I do have the occasional hum bar issues so I am replacing the fuse blocks/fuses and the edge connector as well as all of the electrolytic caps on the PCB. Although I've included it in my order from Bob Roberts, I am ambivalent about installing the monitor cap kit. The monitor is a Wells Gardner 19K 4606 and from what I have been reading installing cap kits have had mixed results-some work better, other times they create more trouble. The monitor for the most part, looks fine to me. There are no jailbars, blurry pixels or curling. Granted I'm sure it was much more sharper and color vibrant when it was built in 1981 but it's not screaming for help. My question is, how much of an improvement will I see after I install the cap kit and is it worth doing it on a monitor that is working without any major problems?

I thought about turning this into a 60 in 1.

From what I understand I would need the following:

JAMMA harness
JAMMA 60 in 1 board
New Control Panel (I don't want to hack the original)
New Power Supply or can I use the existing one?

Is this correct?

While I would like the idea of having 60 games in the machine, I don't want to make irreversible modifications. I would like the option to return it to its original state. I really like Galaxian-it's a harder game than I thought! The only reason I am considering a multi-game is because of space issues. If the conversion requires me to tear apart the original-I won't do it.

Thanks,
Robert
 
If it aint broke, dont fix it. If it doesnt need a cap kit, dont cap it. :)

As for the conversion, youve nailed it. Although I would put in a new switching "Peter Chou" power supply. Theyre much more reliable than the 25+ year old supply.
 
If it aint broke, dont fix it. If it doesnt need a cap kit, dont cap it. :)

As for the conversion, youve nailed it. Although I would put in a new switching "Peter Chou" power supply. Theyre much more reliable than the 25+ year old supply.

Cool. Thanks!
 
60-1 - the sounds are very mediocre on many games and the HS table sucks. Space is a huge reason why you would want to use one though.

Bastardizing the cabinet - not all. You could actually leave all original hardware installed.
FWIW - I've had Peter Chou's fail ... nothing is bullet proof right? ;)

Additional hardware needed - Control panel, JAMMA harness, 2 1/4" trackball? 60-1 pcb and power supply.

As far as the monitor rebuild goes - mixed feelings on this one. If you plan on keeping it and hope for many hours of trouble free enjoyment I guess if it were me and the tube wasn't burned to hell .... yeah I'd cap kit it. If the tube was fairly burned in then I'd leave it alone and when she failed install a different one.
 
Well that sucks about the 60-in-1s. Is is just the 60-in-1s or are all of the multi boards like that? Well the first thing I want to do regardless is get this one back in shape. Who knows maybe after it is all done, I will keep it original.
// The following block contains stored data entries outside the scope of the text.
"""Large frames: the sheets summarise (largest values, groups) and point to the CSV files for the rest."""

from __future__ import annotations

import re

import numpy as np
import pdfplumber

from sheets.analysis import analyse
from sheets.analysis.member_checks import member_checks
from sheets.model import load_project
from sheets.report.assemble import assemble
from sheets.report.templates import load_template

PANELS = 60


def _long_truss(folder):
    """An invented 60-panel Pratt truss (241 members): long enough that every table is cut."""
    nodes = [f'L{i} = [{i * 2.0}, 0]' for i in range(PANELS + 1)] + [f'U{i} = [{i * 2.0}, 2.5]' for i in range(PANELS + 1)]
    members = []
    for i in range(PANELS):
        members.append(f'B{i} = {{ ends = ["L{i}", "L{i + 1}"], group = "bottom" }}')
        members.append(f'T{i} = {{ ends = ["U{i}", "U{i + 1}"], group = "top" }}')
        a, b = (f"L{i}", f"U{i + 1}") if i < PANELS // 2 else (f"U{i}", f"L{i + 1}")
        members.append(f'D{i} = {{ ends = ["{a}", "{b}"], group = "web" }}')
    for i in range(PANELS + 1):
        members.append(f'V{i} = {{ ends = ["L{i}", "U{i}"], group = "web" }}')
    loads = ", ".join(f"U{i} = [0, -10]" for i in range(1, PANELS))
    text = f"""
[project]
title = "Long test truss"
date = "2026-01-05"
revision = "A"

[materials.steel]
elastic_modulus = "210 GPa"
yield_strength = "355 MPa"

[sections.S]
material = "steel"
area = "3000 mm^2"
second_moment = "9e6 mm^4"

[member_defaults]
section = "S"

[nodes]
{chr(10).join(nodes)}

[members]
{chr(10).join(members)}

[supports]
L0 = "xy"
L{PANELS} = "y"

[cases.G]
title = "Roof load"
loads = {{ {loads} }}

[design]
partial_factor = 1.0
effective_length_factor = 1.0
slenderness_limit = 200
"""
    path = folder / "long.toml"
    path.write_text(text)
    return path


def test_tables_show_the_largest_and_name_the_csv(tmp_path):
    analysis = analyse(load_project(_long_truss(tmp_path)))
    checks = member_checks(analysis)
    template = load_template("a4-portrait")
    pdf = tmp_path / "long.pdf"
    pdf.write_bytes(assemble(analysis, checks, (), template))
    with pdfplumber.open(pdf) as doc:
        text = "\n".join(page.extract_text() or "" for page in doc.pages)
    m = analysis.project.n_members
    rows = template.table_rows
    assert f"The {rows} largest by |force| of {m} members are shown; all of them are in csv/forces.csv." in text
    # the printed rows are exactly the largest |force| members, in that order (ids are unique strings)
    printed = re.findall(r"^(\w+) (L\d+|U\d+)-(L\d+|U\d+) [\d.]+ (-?[\d,.]+) (?:tension|compression|zero)$", text, re.M)
    forces = analysis.states[0].forces
    expected = [analysis.project.member_ids[e] for e in np.argsort(-np.abs(forces), kind="stable")[:rows]]
    assert [p[0] for p in printed] == expected
    assert "Every member's checks are in csv/member_checks.csv." in " ".join(text.split())
    assert f"The {m} members (ends, length, section, role, group) are listed in csv/members.csv." in " ".join(text.split())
Regarding the monitor, I do plan on keeping it and am definitely hoping of many hours of trouble-free performance. There is no burn in at all. I just know I would be kicking myself if I took apart a working monitor, only to find out that I f'd it up by trying to fix it. I am pretty experienced with soldering and electronics in general, I just think I would be more inclined to purchase a new one rather than troubleshoot a 29-year-old one.